QUBODrivers.benchmark copies a user-provided MOI model into the sampler and returns a named tuple with solver metadata, objective values, result count, best state, best objective value, read counts, objective summary, MOI solve time, wall-clock time around MOI.optimize!, and status fields. result.objective_summary contains minimum, maximum, a read-weighted mean, total_reads, and a histogram mapping each observed objective value to its total read count. The optional do block receives the raw sampler optimizer after model copy and before optimization. If no model is provided, QUBODrivers.benchmark falls back to a small built-in QUBO instance as a smoke benchmark.

Timing Information

Samplers store timing metadata in the returned sample set. After solving, MOI.get(backend(model), MOI.SolveTimeSec()) returns the effective solve time reported through MOI. This can differ from wall-clock timing around optimize!, especially for wrappers that separate model conversion, backend submission, queue time, and sample decoding.

What to Report

For stochastic or hardware-backed samplers, report enough context for the result to be reproducible:

  • package and backend versions;
  • problem size and density;
  • objective sense and variable domain;
  • sampler attributes, especially seeds, number of reads, time limits, and threads;
  • best objective value, distribution of objective values, and success rate if a reference optimum is known;
  • wall-clock time and solver-reported timing metadata.

Tips

  • Use QUBODrivers.benchmark as a quick interface smoke benchmark for a new sampler wrapper.
  • Use ExactSampler on small instances to obtain a known optimum.
  • Run multiple independent trials for stochastic samplers and report summary statistics.
  • Keep model generation outside the timed region unless model construction is part of the benchmark.
  • Use BenchmarkTools.jl for micro-benchmarks with @benchmark or @btime.
  • Scale problem sizes gradually to understand how sampler performance degrades.
QUBODrivers.benchmarkFunction
benchmark(optimizer::Type{S}; objective_sense=MOI.MIN_SENSE) where {S<:AbstractSampler}
benchmark(config!::Function, optimizer::Type{S}; objective_sense=MOI.MIN_SENSE) where {S<:AbstractSampler}
benchmark(optimizer::Type{S}, source::MOI.ModelLike) where {S<:AbstractSampler}
benchmark(config!::Function, optimizer::Type{S}, source::MOI.ModelLike) where {S<:AbstractSampler}

Run a QUBO benchmark problem with a sampler implementation.

When source is provided, benchmark the sampler on that MOI model.
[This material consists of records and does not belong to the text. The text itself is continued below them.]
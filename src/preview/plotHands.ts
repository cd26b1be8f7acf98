import type { Plot, PlotReading } from "../contract/previewProtocol.js";
import { editor } from "./editor.js";
import { type PlotPlaces, readingNear } from "./plotPlaces.js";
import type { PlotView } from "./plotView.js";

/** Way of the pointer from which on pressing and moving is dragging, px. */
const dragFrom = 5;

/** What a hand can do with a plot: rest on a reading, open its row, step along by keys, drag over a span of time. */
export function plotHands(frame: HTMLElement, drawn: { readonly view: PlotView; readonly plot: Plot }): void {
  const span = document.createElement("div");
  span.className = "span";
  span.hidden = true;
  frame.append(span);
  let pressed: number | null = null;
  let chosen = -1;

  const placeOf = (event: MouseEvent): [number, number] => {
    const box = frame.getBoundingClientRect();
    return [event.clientX - box.left, event.clientY - box.top];
  };
  const say = (reading: PlotReading | null): void => {
    const line = frame.parentElement?.querySelector("[data-reading]");
    if (line !== null && line !== undefined) line.textContent = reading === null ? "" : reading.words;
  };
  const open = (reading: PlotReading | null | undefined): void => {
    const { file } = drawn.plot;
    if (reading?.line === undefined || reading.line === null || file === null) return;
    editor.postMessage({ kind: "open reading", file, line: reading.line });
  };
  const inside = ({ left, right, top, bottom }: PlotPlaces, [x, y]: readonly [number, number]): boolean =>
    x >= left - 8 && x <= right + 8 && y >= top - 8 && y <= bottom + 8;

  frame.addEventListener("pointerdown", (event) => {
    const place = placeOf(event);
    if (event.button !== 0 || !inside(drawn.view.places(), place)) return;
    pressed = place[0];
    frame.setPointerCapture(event.pointerId);
  });
  frame.addEventListener("pointermove", (event) => {
    const place = placeOf(event);
    const places = drawn.view.places();
    if (pressed === null) {
      const near = readingNear(drawn.plot.readings, places, place);
      frame.classList.toggle("points", near !== null && drawn.plot.file !== null);
      drawn.view.choose(near);
      say(near);
      return;
    }
    if (span.hidden && Math.abs(place[0] - pressed) < dragFrom) return;
    if (drawn.plot.fits.length === 0) return;
    const ends = [pressed, place[0]].map((x) => Math.min(places.right, Math.max(places.left, x)));
    span.hidden = false;
    span.style.left = `${Math.min(...ends)}px`;
    span.style.width = `${Math.max(...ends) - Math.min(...ends)}px`;
    span.style.top = `${places.top}px`;
    span.style.height = `${places.bottom - places.top}px`;
    fillWindow(
      frame,
      drawn.plot,
      ends.map((x) => places.time(x)),
    );
  });
  frame.addEventListener("pointerup", (event) => {
    if (pressed === null) return;
    pressed = null;
    if (span.hidden) {
      open(readingNear(drawn.plot.readings, drawn.view.places(), placeOf(event)));
      return;
    }
    windowForm(frame)?.querySelector("button")?.focus({ preventScroll: true });
  });
  frame.addEventListener("pointercancel", () => {
    pressed = null;
    span.hidden = true;
  });
  frame.addEventListener("pointerleave", () => {
    if (pressed === null && chosen < 0) drawn.view.choose(null);
  });
  frame.addEventListener("keydown", (event) => {
    const readings = [...drawn.plot.readings].sort((a, b) => a.t - b.t);
    const step = { ArrowRight: 1, ArrowLeft: -1, Home: -readings.length, End: readings.length }[event.key];
    if (step !== undefined) {
      chosen = Math.min(readings.length - 1, Math.max(0, chosen + step));
      const reading = readings[chosen] ?? null;
      drawn.view.choose(reading);
      say(reading);
      event.preventDefault();
    } else if (event.key === "Enter") {
      open(readings[chosen]);
      event.preventDefault();
    } else if (event.key === "Escape") {
      chosen = -1;
      span.hidden = true;
      drawn.view.choose(null);
      say(null);
    }
  });
  frame.addEventListener("blur", () => {
    chosen = -1;
  });
  // Heard on the figure: the form comes and goes with the fits.
  frame.parentElement?.addEventListener("submit", (event) => {
    event.preventDefault();
    const form = event.target;
    if (!(form instanceof HTMLFormElement)) return;
    const [from, to] = ["from", "to"].map((name) => {
      const text = form.querySelector<HTMLInputElement>(`input[name=${name}]`)?.value.trim() ?? "";
      return text === "" ? Number.NaN : Number(text.replace(",", ".").replace("\u2212", "-"));
    });
    if (from === undefined || to === undefined || !(from < to)) {
      const line = frame.parentElement?.querySelector("[data-reading]");
      if (line) line.textContent = "A window needs two times, the first before the last.";
      return;
    }
    span.hidden = true;
    say(null);
    editor.postMessage({ kind: "write window", plot: drawn.plot.id, from, to });
  });
}

function windowForm(frame: HTMLElement): HTMLFormElement | null {
  return frame.parentElement?.querySelector<HTMLFormElement>("form.window") ?? null;
}

/** Puts the span into the two fields, to a hundredth of its own length: finer than a hand drags. */
function fillWindow(frame: HTMLElement, { timeFactor }: Plot, times: readonly number[]): void {
  const [from, to] = [Math.min(...times), Math.max(...times)].map((t) => t * timeFactor) as [number, number];
  const decimals = Math.max(0, Math.min(12, 2 - Math.floor(Math.log10(Math.max(to - from, 1e-12)))));
  for (const [name, time] of [
    ["from", from],
    ["to", to],
  ] as const) {
    const field = windowForm(frame)?.querySelector<HTMLInputElement>(`input[name=${name}]`);
    if (field) field.value = String(Number(time.toFixed(decimals)));
  }
}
The no-source methods use a small built-in QUBO instance as a smoke benchmark.

The optional config! function receives the raw sampler optimizer after the source model is copied and before optimization. This is useful for setting sampler attributes such as seeds, number of reads, time limits, or warm-starts.

The return value is a named tuple with solver metadata, benchmark problem size, result count, objective values, read counts, objective-value summary statistics, the best result, MOI solve time, measured wall time around MOI.optimize!, and solver status fields.